Let Guard train

More on the National Guard going to Honduras. I have been in the Illinois National Guard for a little over a year. During the year I spent 14 weeks at Fort Benning, Georgia. There I went through training in warfare of all sorts. My job in the National Guard is infrantryman. I am the one that will be on the front lines, willing to die for the country in which we all live. If there is a war, most of the males between the ages of 18 and 29 years old will go for training, and then it will be off to war.

The Guard spends only 38 days a year training, whereas the U.S. Army spends approximately 335 days a year training. The time I spend might seem trivial compared to that of the U.S. Army, but I figure the training I have, no matter how little it seems, will give me an advantage in war.

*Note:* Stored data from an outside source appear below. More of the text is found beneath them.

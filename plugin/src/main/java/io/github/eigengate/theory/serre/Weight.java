package io.github.eigengate.theory.serre;

import java.util.ArrayList;
import java.util.Collection;
import java.util.Collections;
import java.util.List;
import java.util.Set;
import java.util.SortedSet;
import java.util.TreeSet;

/**
 * A Serre weight of GL2(F_p): the irreducible F̄_p-representation σ = Sym^r F̄_p² ⊗ det^s of GL2(F_p)
 * with 0 ≤ r ≤ p − 1 and 0 ≤ s ≤ p − 2.
 *
 * <p>These p(p − 1) representations are pairwise non-isomorphic and exhaust the irreducible
 * F̄_p-representations of GL2(F_p) (Brauer–Nesbitt; the parametrisation of Buzzard–Diamond–Jarvis,
 * Duke Math. J. 155 (2010), §2 — section from memory). So (r, s) in these ranges is a canonical
 * form; det^s only matters modulo p − 1 because det takes values in F_p^×.
 *
 * <p>The record itself only checks r ≥ 0 and s ≥ 0, because p is not part of the value; use
 * {@link #of(int, int, int)}, {@link #parse(String, int)} or {@link #parseSet(String, int)} to check
 * the upper bounds for a given p.
 *
 * <p>Text form: {@code (r,s)}. Sets are written {@code (r,s);(r,s);...} in the canonical order of
 * {@link #compareTo(Weight)}: increasing r, then increasing s (the order of the pair as written).
 *
 * @param r the symmetric power, 0 ≤ r ≤ p − 1
 * @param s the power of the determinant, 0 ≤ s ≤ p − 2
 */
public record Weight(int r, int s) implements Comparable<Weight> {

    /**
     * @throws IllegalArgumentException if r &lt; 0 or s &lt; 0
     */
    public Weight {
        if (r < 0 || s < 0) {
            throw new IllegalArgumentException("Serre weight (" + r + "," + s + "): r and s must be ≥ 0");
        }
    }

    /**
     * Returns Sym^r ⊗ det^s for GL2(F_p), checking the canonical ranges.
     *
     * @throws IllegalArgumentException if p is not a supported prime (see {@link LocalShape}), or
     *     r ∉ [0, p − 1], or s ∉ [0, p − 2]
     */
    public static Weight of(int r, int s, int p) {
        Primes.requireSupported(p);
        if (r < 0 || r > p - 1) {
            throw new IllegalArgumentException("r = " + r + " is out of range 0.." + (p - 1) + " for p = " + p);
        }
        if (s < 0 || s > p - 2) {
            throw new IllegalArgumentException("s = " + s + " is out of range 0.." + (p - 2) + " for p = " + p);
        }
        return new Weight(r, s);
    }

    /** Returns true iff 0 ≤ r ≤ p − 1 and 0 ≤ s ≤ p − 2. */
    public boolean isWeightFor(int p) {
        return r <= p - 1 && s <= p - 2;
    }

    /** The dimension r + 1 of Sym^r. */
    public int dimension() {
        return r + 1;
    }

    /**
     * Returns σ ⊗ det^j = Sym^r ⊗ det^{(s + j) mod (p − 1)}; j may be negative.
     *
     * @throws IllegalArgumentException if p is not supported or this is not a weight for p
     */
    public Weight twist(int j, int p) {
        requireFor(p);
        return new Weight(r, Math.floorMod((long) s + j, p - 1));
    }

    /** Canonical order: by r, then by s. */
    @Override
    public int compareTo(Weight o) {
        int c = Integer.compare(r, o.r);
        return c != 0 ? c : Integer.compare(s, o.s);
    }

    /** Returns {@code (r,s)}; {@link #parse(String, int)} reads it back. */
    @Override
    public String toString() {
        return "(" + r + "," + s + ")";
    }

    /**
     * Parses one weight {@code (r,s)}; whitespace between tokens is ignored.
     *
     * @throws IllegalArgumentException on a syntax error, or if (r, s) is out of range for p; the
     *     message names the 1-based column of the offending character
     */
    public static Weight parse(String text, int p) {
        Primes.requireSupported(p);
        Scanner sc = new Scanner(text, p, "weight");
        sc.skipSpace();
        Weight w = sc.weight();
        sc.skipSpace();
        if (!sc.atEnd()) {
            throw sc.error("unexpected '" + sc.peek() + "' after the weight");
        }
        return w;
    }

    /**
     * Parses a set of weights written {@code (r,s);(r,s);...}.
     *
     * <p>Whitespace between tokens is ignored (not inside a number); the empty or blank string is the
     * empty set. The order of the items is free, but the same weight twice is an error.
     *
     * @param p the prime, used to check 0 ≤ r ≤ p − 1 and 0 ≤ s ≤ p − 2
     * @return an unmodifiable set, iterating in canonical order
     * @throws IllegalArgumentException on a syntax error, an out-of-range entry or a duplicate; the
     *     message quotes the input and names the 1-based column
     * @throws NullPointerException if text is null
     */
    public static Set<Weight> parseSet(String text, int p) {
        Primes.requireSupported(p);
        Scanner sc = new Scanner(text, p, "weight set");
        SortedSet<Weight> out = new TreeSet<>();
        sc.skipSpace();
        if (sc.atEnd()) {
            return Collections.unmodifiableSortedSet(out);
        }
        while (true) {
            sc.skipSpace();
            int start = sc.pos;
            Weight w = sc.weight();
            if (!out.add(w)) {
                throw sc.errorAt(start, "duplicate weight " + w);
            }
            sc.skipSpace();
            if (sc.atEnd()) {
                return Collections.unmodifiableSortedSet(out);
            }
            if (sc.peek() != ';') {
                throw sc.error("expected ';' between weights but found '" + sc.peek() + "'");
            }
            sc.pos++;
        }
    }

    /**
     * Writes a collection of weights as {@code (r,s);(r,s);...} in canonical order (by r, then s),
     * without spaces; duplicates are written once. The empty collection gives the empty string.
     * For every p, {@code parseSet(formatSet(w), p)} equals {@code Set.copyOf(w)} when all members
     * are weights for p.
     */
    public static String formatSet(Collection<Weight> weights) {
        List<Weight> sorted = new ArrayList<>(new TreeSet<>(weights));
        StringBuilder sb = new StringBuilder();
        for (Weight w : sorted) {
            if (sb.length() > 0) {
                sb.append(';');
            }
            sb.append(w);
        }
        return sb.toString();
    }

    private void requireFor(int p) {
        Primes.requireSupported(p);
        if (!isWeightFor(p)) {
            throw new IllegalArgumentException(this + " is not a Serre weight for p = " + p);
        }
    }

    /** Hand-written scanner so that errors can name a column of the original text. */
    private static final class Scanner {
        private final String text;
        private final int p;
        private final String label;
        private int pos;

        Scanner(String text, int p, String label) {
            if (text == null) {
                throw new NullPointerException("weight text is null");
            }
            this.text = text;
            this.p = p;
            this.label = label;
        }

        boolean atEnd() {
            return pos >= text.length();
        }

        char peek() {
            return text.charAt(pos);
        }

        void skipSpace() {
            while (!atEnd() && Character.isWhitespace(peek())) {
                pos++;
            }
        }

        void expect(char c) {
            skipSpace();
            if (atEnd()) {
                throw error("expected '" + c + "' but the text ended");
            }
            if (peek() != c) {
                throw error("expected '" + c + "' but found '" + peek() + "'");
            }
            pos++;
        }

        Weight weight() {
            expect('(');
            skipSpace();
            int rPos = pos;
            long r = integer();
            expect(',');
            skipSpace();
            int sPos = pos;
            long s = integer();
            expect(')');
            if (r < 0 || r > p - 1) {
                throw errorAt(rPos, "r = " + r + " is out of range 0.." + (p - 1) + " for p = " + p);
            }
            if (s < 0 || s > p - 2) {
                throw errorAt(sPos, "s = " + s + " is out of range 0.." + (p - 2) + " for p = " + p);
            }
            return new Weight((int) r, (int) s);
        }

        /** An optionally signed decimal integer; values beyond 10 digits are rejected as out of range. */
        long integer() {
            int start = pos;
            boolean negative = false;
            if (!atEnd() && (peek() == '-' || peek() == '+')) {
                negative = peek() == '-';
                pos++;
            }
            int digitsStart = pos;
            while (!atEnd() && peek() >= '0' && peek() <= '9') {
                pos++;
            }
            if (pos == digitsStart) {
                pos = start;
                throw error(atEnd() ? "expected an integer but the text ended"
                        : "expected an integer but found '" + peek() + "'");
            }
            if (pos - digitsStart > 10) {
                throw errorAt(start, "integer " + text.substring(start, pos) + " is out of range");
            }
            long v = Long.parseLong(text.substring(digitsStart, pos));
            return negative ? -v : v;
        }

        IllegalArgumentException error(String what) {
            return errorAt(pos, what);
        }

        IllegalArgumentException errorAt(int at, String what) {
            return new IllegalArgumentException(
                    label + " \"" + text + "\", column " + (at + 1) + ": " + what);
        }
    }
}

When I go to my one-weekend-a-month meeting of the National Guard, my unit and I train very hard. Why do so many people want to deprive me of spending my two weeks annual training in Honduras? The experience I get there may save my life in a war-time situation. If you ever had to go to war, you would want to have as much training as you could get. I joined the National Guard on my own; nobody forced me into joining. So why can’t people let us Guardsmen go and train in order to return from war? Please don’t stop me from getting the training I need to live. I’m not afraid to die for my country, but if I can come home when it is over—if you don’t mind—I would like to.